What are the essential prerequisites for setting up a Live View AI browser agent with Amazon Bedrock AgentCore?

To set up a Live View AI browser agent, several prerequisites are necessary. Developers need Node.js version 20 or later for the server-side logic and React for the client-side application. An AWS account in a supported region is required, along with AWS credentials that have the necessary Amazon Bedrock AgentCore Browser permissions. It's crucial to follow the principle of least privilege for IAM permissions and use temporary credentials (e.g., from AWS IAM Identity Center or STS) rather than long-lived access keys for enhanced security. Additionally, the Amazon Bedrock AgentCore TypeScript SDK (`bedrock-agentcore`) and potentially the AWS SDK for JavaScript (`@aws-sdk/client-bedrock-runtime`) if using Bedrock models, must be installed in your project.
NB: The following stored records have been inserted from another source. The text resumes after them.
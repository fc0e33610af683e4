/* The counter-based generator: published blocks, streams against bulk, bounds. */
#include "table.h"

#include "../../src/random.h"

static void read_words(const char *text, uint32_t *word, size_t n)
{
    for (size_t i = 0; i < n; i++) {
        char *end;
        word[i] = (uint32_t)strtoul(text, &end, 16);
        text = end;
    }
}

/* counter_rng_known_answers.csv: Salmon, Moraes, Dror & Shaw (2011) */
static void published_blocks(void **state)
{
    (void)state;
    struct csv *t = csv_read("counter_rng_known_answers.csv");
    size_t checked = 0;
    for (size_t i = 0; i < t->rows; i++) {
        if (!csv_is(t, i, "generator", "philox4x32, 10 rounds")) continue;
        uint32_t counter[4], key[2], want[4], got[4];
        read_words(csv_text(t, i, "counter_words_hex"), counter, 4);
        read_words(csv_text(t, i, "key_words_hex"), key, 2);
        read_words(csv_text(t, i, "output_words_hex"), want, 4);
        philox(counter, key, got);
        assert_memory_equal(got, want, sizeof got);
        checked++;
    }
    assert_int_equal(checked, 7);
    csv_free(t);
}

/* The first number of a stream is the first two words of its block. */
static void streams_are_blocks(void **state)
{
    (void)state;
    uint64_t seed = 0x0000002500000007u, row = 0x0000000900000003u;
    struct stream s = stream_of(seed, FOR_RANKS, row);
    for (uint32_t b = 0; b < 3; b++) {
        uint32_t counter[4] = { 3, 9, b, FOR_RANKS }, key[2] = { 7, 0x25 }, out[4];
        philox(counter, key, out);
        assert_true(stream_bits(&s) == ((uint64_t)out[1] << 32 | out[0]));
        assert_true(stream_bits(&s) == ((uint64_t)out[3] << 32 | out[2]));
    }
}

static void bulk_equals_streams(void **state)
{
    (void)state;
    uint64_t pick = 5;
    for (size_t k = 0; k < effort(20); k++) {
        uint64_t seed = random_bits(&pick) >> 11, first = random_bits(&pick);
        first >>= 12 + random_below(&pick, 40);
        if (k == 0) first = 0xffffff80u;                       /* the row passes 2^32 */
        uint32_t b = (uint32_t)random_below(&pick, 30);
        double even[ROWS_AT_ONCE], odd[ROWS_AT_ONCE];
        uniforms_of_rows(seed, FOR_MIXING, first, b, even, odd);
        for (uint64_t i = 0; i < ROWS_AT_ONCE; i++) {
            struct stream s = stream_of(seed, FOR_MIXING, first + i);
            for (uint32_t n = 0; n < 2 * b; n++) stream_bits(&s);
            assert_same(even[i], stream_uniform(&s));
            assert_same(odd[i], stream_uniform(&s));
        }
    }
}

static void uniforms_are_inside(void **state)
{
    (void)state;
    for (uint64_t i = 0; i < effort(20000); i++) {
        struct stream s = stream_of(3, FOR_DRAW, i);
        double u = stream_uniform(&s);
        assert_true(u >= 0x1p-53 && u <= 1 - 0x1p-53);
        assert_same((1 - u) + u, 1.0);
        assert_same(1 - (1 - u), u);
        assert_same(fmod(u, 0x1p-52), 0x1p-53);
    }
}

/* Pearson's chi-square with 6 degrees of freedom: 22.46 is exceeded once in a thousand. */
static void whole_numbers_without_bias(void **state)
{
    (void)state;
    size_t n = effort(70000), count[7] = { 0 };
    struct stream s = stream_of(11, FOR_RESAMPLING, 0);
    for (size_t i = 0; i < n; i++) {
        uint64_t k = stream_below(&s, 7);
        assert_true(k < 7);
        count[k]++;
    }
    double chi = 0;
    for (int k = 0; k < 7; k++) {
        double apart = (double)count[k] - (double)n / 7;
        chi += apart * apart * 7 / (double)n;
    }
    assert_true(chi < 22.46);
    for (int i = 0; i < 100; i++) assert_int_equal(stream_below(&s, 1), 0);
    /* three quarters of 2^64: a biased method would return the lower half twice as often */
    uint64_t most = (uint64_t)3 << 62, low = 0;
    for (size_t i = 0; i < 10000; i++) low += stream_below(&s, most) < most / 2;
    assert_true(fabs((double)low - 5000) < 4 * 50);
}

/* Different seeds, purposes and rows have nothing in common. */
static void streams_differ(void **state)
{
    (void)state;
    uint64_t first[4];
    struct stream s[4] = { stream_of(1, FOR_DRAW, 1), stream_of(2, FOR_DRAW, 1),
                           stream_of(1, FOR_MIXING, 1), stream_of(1, FOR_DRAW, 2) };
    for (int i = 0; i < 4; i++) first[i] = stream_bits(&s[i]);
    for (int i = 0; i < 4; i++)
        for (int j = 0; j < i; j++) assert_true(first[i] != first[j]);
    assert_true(seed_of_replicate(1, 0) != seed_of_replicate(1, 1));
    assert_true(seed_of_replicate(1, 0) != seed_of_replicate(2, 0));
}

int main(void)
{
    const struct CMUnitTest tests[] = {
        cmocka_unit_test(published_blocks),
        cmocka_unit_test(streams_are_blocks),
        cmocka_unit_test(bulk_equals_streams),
        cmocka_unit_test(uniforms_are_inside),
        cmocka_unit_test(whole_numbers_without_bias),
        cmocka_unit_test(streams_differ),
    };
    return cmocka_run_group_tests(tests, NULL, NULL);
}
How does the DCV protocol facilitate real-time, low-latency video streaming for Live View?

The Amazon DCV (NICE DCV) protocol is instrumental in providing real-time, low-latency video streaming for the BrowserLiveView component. DCV is a high-performance remote display protocol designed to deliver a rich user experience over varying network conditions. In the context of AgentCore, it efficiently encodes and transmits the visual output of the isolated cloud browser session directly to the user's React application via a WebSocket connection. By optimizing data compression and transmission, DCV ensures that the visual feed of the AI agent's actions appears smooth and responsive, minimizing lag and enabling users to observe the agent's behavior as if it were happening locally on their machine, without the need for complex streaming infrastructure setup by the developer.